Filter by source service: You can filter the dashboard to focus on traffic originating from a specific source service, allowing you to analyze interactions from the source service to all destination services.
Filter by destination service: Similarly, you can filter the dashboard by destination service to track and analyze the traffic received by specific services. This helps pinpoint communication issues or performance bottlenecks related to specific services.
Filter by namespace: The dashboard can be customized to focus on service interactions within a particular namespace. This is especially useful for isolating issues in multi-tenant environments or clusters that operate with strict namespace isolation.
Log pattern search: You can apply custom search patterns to logs to filter out specific log events of interest, such as error messages or specific HTTP status codes. This enables you to narrow down on specific log entries and identify patterns that may indicate issues.
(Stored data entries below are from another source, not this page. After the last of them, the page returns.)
/// What is wrong with a task seen as `tp`, in numbers. Focus is judged by
/// the focus verdict alone (a comfortable focus lowered by vertical prism
/// is reported as prism, never as a shortfall of 0.00 D), and a shortfall
/// or an excess under half a hundredth of a dioptre is no reason.
fn problems(tp: &TaskPlan, terms: &Terms, arcmin: f64, amplitude: &AmplitudeUsed) -> Vec<Reason> {
    let mut out = Vec::new();
    if tp.focus != Verdict::Comfortable {
        let d = tp.blur.short_of_comfort;
        // The plain difference where the task asks for more than the
        // usable share; otherwise what the planner finds missing once the
        // depth of focus and the rounding allowance are counted.
        let plain = tp.accommodation.0 - amplitude.usable_ocular.0;
        if d.0 <= -SHOWN_D {
            out.push(Reason::TooMuchPlus { excess: -d });
        } else if plain >= SHOWN_D || d.0 >= SHOWN_D {
            out.push(Reason::ShortOfFocus {
                needs: tp.accommodation,
                has: amplitude.usable_ocular,
                short_by: Dioptres(if plain > 0.0 { plain } else { d.0 }),
            });
        }
    }
    if tp.prism_over_limit {
        out.push(Reason::VerticalPrism {
            imbalance: tp.near_vision.vertical_imbalance,
            limit: terms.prism_limit,
        });
    }
    // The planner keeps a driving task's head upright; a turn towards a
    // door mirror is a glance, part of driving, which no glasses change.
    let strain = if terms.driving {
        tp.posture.strain
    } else {
        tp.posture.strain.max(tp.field.turn_strain)
    };
    if strain != Strain::Comfortable || !tp.posture.reachable {
        out.push(Reason::Posture {
            chin_up: tp.posture.chin_up,
            turn: if terms.driving {
                Degrees(0.0)
            } else {
                tp.field.held_turn
            },
            sweep: if terms.driving {
                Degrees(0.0)
            } else {
                Degrees(tp.field.head_turn.0 - tp.field.held_turn.0)
            },
            strain: if tp.posture.reachable {
                strain
            } else {
                Strain::NotSustainable
            },
        });
    }
    if terms.screen && arcmin < CHARACTER_HEIGHT_MIN_ARCMIN {
        out.push(Reason::SmallText {
            arcmin,
            minimum: CHARACTER_HEIGHT_MIN_ARCMIN,
        });
    }
    out
}

/// The smallest difference in dioptres the sheet shows as a reason: its
/// figures are printed to a hundredth, and "short by 0.00 D" is no reason.
const SHOWN_D: f64 = 0.005;

/// A driving task's figures against the driving vision standard, as the
/// planner found them (`None` for a task that is not driving).
fn driving_reason(tp: &TaskPlan) -> Option<Reason> {
    let dv = tp.driving_vision?;
    Some(Reason::DrivingVision {
        defocus: tp.blur.defocus,
        nearer_than_range: tp.blur.direction == DefocusDirection::NeedsMorePlus,
        acuity: dv.acuity_decimal,
        standard: dv.standard_decimal,
        meets: dv.meets_standard,
    })
}

/// The workstation changes that would clear task `i` seen as `tp`: a new
/// distance inside the comfortable range at its lens point, a new height
/// that undoes the head tilt, and a character height at the preferred size
/// for the (new) distance. Only a display screen is a workstation part that
/// can be moved, raised or given larger text (Directive 90/270/EEC, Annex,
/// point 1(b), from memory: characters of adequate size, a screen that
/// swivels and tilts, on a separate base or an adjustable table); a paper, a
/// bench, a dashboard or a mirror gets none of these, and a driving task
/// none at all, so other tasks go on to the eyewear question.
fn changes_for(s: &Scenario, i: usize, tp: &TaskPlan) -> Vec<Change> {
    let Some(t) = s.tasks.get(i) else {
        return Vec::new();
    };
    if !t.flags.screen || t.flags.driving {
        return Vec::new();
    }
    let mut out = Vec::new();
    let mut distance = t.distance_m;
    // A move only where the distance is what falls short: a task in
    // comfortable focus that is tiring for its posture or prism stays put.
    if tp.focus != Verdict::Comfortable {
        if let ZoneRange::Clear { near, far } = tp.range_here.comfortable {
            let far_m = match far {
                FarLimit::Finite(m) => m.0,
                FarLimit::Infinite => f64::INFINITY,
            };
            // One centimetre inside the range, in whole centimetres, so the
            // change survives a wearer sitting a little differently.
            let to = if t.distance_m < near.0 {
                ((near.0 + 0.01) * 100.0).ceil() / 100.0
            } else {
                ((far_m - 0.01) * 100.0).floor() / 100.0
            };
            let allowed = to >= NEAREST_WORKING_DISTANCE_M
                && (to - t.distance_m).abs() <= MAX_DISTANCE_CHANGE_M
                && to >= near.0
                && to <= far_m;
            if allowed {
                distance = to;
                out.push(Change::MoveTo {
                    distance: Metres(to),
                });
            }
        }
    }
    if tp.posture.chin_up.0.abs() > 0.5 && tp.posture.strain != Strain::Comfortable {
        let now = gaze_of(t.vertical, t.distance_m);
        let to = (now - tp.posture.chin_up.0).round();
        let height = |deg: f64, d: f64| d * deg.to_radians().sin();
        out.push(Change::GazeTo {
            gaze: Degrees(to),
            height_change: Metres(height(to, distance) - height(now, t.distance_m)),
        });
    }
    if subtended_arcmin(t.detail_mm, distance) < CHARACTER_HEIGHT_MIN_ARCMIN {
        let to_mm =
            (size_for_arcmin(CHARACTER_HEIGHT_PREFERRED_ARCMIN, distance) * 10.0).ceil() / 10.0;
        out.push(Change::EnlargeText {
            to_mm,
            percent: (to_mm / t.detail_mm - 1.0) * 100.0,
        });
    }
    out
}

/// The gaze angle of a task position, in degrees (negative is down).
fn gaze_of(v: VerticalPosition, distance_m: f64) -> f64 {
    match v {
        VerticalPosition::GazeAngle { degrees } => degrees,
        VerticalPosition::HeightFromEyes { metres } => {
            (metres / distance_m).clamp(-1.0, 1.0).asin().to_degrees()
        }
    }
}

/// `s` with `changes` made to task `i`.
fn with_changes(s: &Scenario, i: usize, changes: &[Change]) -> Scenario {
    let mut c = s.clone();
    if let Some(t) = c.tasks.get_mut(i) {
        for change in changes {
            match *change {
                Change::MoveTo { distance } => t.distance_m = distance.0,
                Change::GazeTo { gaze, .. } => {
                    t.vertical = VerticalPosition::GazeAngle { degrees: gaze.0 }
                }
                Change::EnlargeText { to_mm, .. } => t.detail_mm = to_mm,
            }
        }
    }
    c
}

/// The flag of a task no workstation change clears: a single-vision task
/// lens with the addition it needs, if one in the range made serves it
/// (checked by planning it), otherwise a referral. A lens serves when it
/// clears every reason but the text size (focus, vertical prism, head
/// posture): a lens that leaves the task as tiring as before suggests
/// nothing that helps. A lens equal to the glasses worn (`glasses`: label
/// and design) is never suggested.
fn eyewear_flag(
    s: &Scenario,
    glasses: (&str, FamilyChoice),
    i: usize,
    tp: &TaskPlan,
    judged: (&Terms, &AmplitudeUsed, f64),
    reasons: Vec<Reason>,
) -> Result<Flag, PlanError> {
    let (label, worn) = glasses;
    let (terms, amplitude, arcmin) = judged;
    let needed = tp.local_power.addition.0 + tp.blur.short_of_comfort.0;
    let grid = SINGLE_VISION_ADDITION_GRID;
    // Up to the next step; `short_of_comfort` already allows the planner's
    // rounding tolerance.
    let first = (needed / grid.step - 1e-9).ceil().max(0.0) * grid.step;
    // The step found and the next: the shortfall is measured at the task's
    // lens point through the current glasses, and a task lens seen at
    // another point may need one step more.
    for addition in [first, first + grid.step] {
        if addition > grid.last {
            break;
        }
        let family = FamilyChoice::SingleVision {
            addition_d: Some(addition),
        };
        if same_lens(family, worn) {
            continue;
        }
        // Text size is for the screen, not the lens; every other reason
        // must be gone.
        let serves = task_through(s, label, family, i)?.is_some_and(|after| {
            problems(&after, terms, arcmin, amplitude)
                .iter()
                .all(|r| matches!(r, Reason::SmallText { .. }))
        });
        if serves {
            return Ok(Flag::TaskEyewear {
                reasons,
                addition: Dioptres(addition),
            });
        }
    }
    let mut reasons = reasons;
    reasons.push(Reason::NoEyewearServes);
    Ok(Flag::Refer { reasons })
}

/// Whether `a` and `b` are the same single-vision lens (additions within a
/// hundredth of a dioptre): a suggestion equal to the glasses worn helps nothing.
fn same_lens(a: FamilyChoice, b: FamilyChoice) -> bool {
    match (a, b) {
        (
            FamilyChoice::SingleVision {
                addition_d: Some(x),
            },
            FamilyChoice::SingleVision {
                addition_d: Some(y),
            },
        ) => (x - y).abs() < 0.01,
        _ => false,
    }
}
Time range selection: The dashboard supports dynamic time range selection, allowing you to focus on service interactions over specific time intervals. This helps in analyzing traffic trends, troubleshooting incidents, and understanding the timing of service communications.
By using these customization options, you can tailor the dashboard to your specific needs and ensure they are always monitoring the most relevant data for maintaining a healthy and performant service mesh.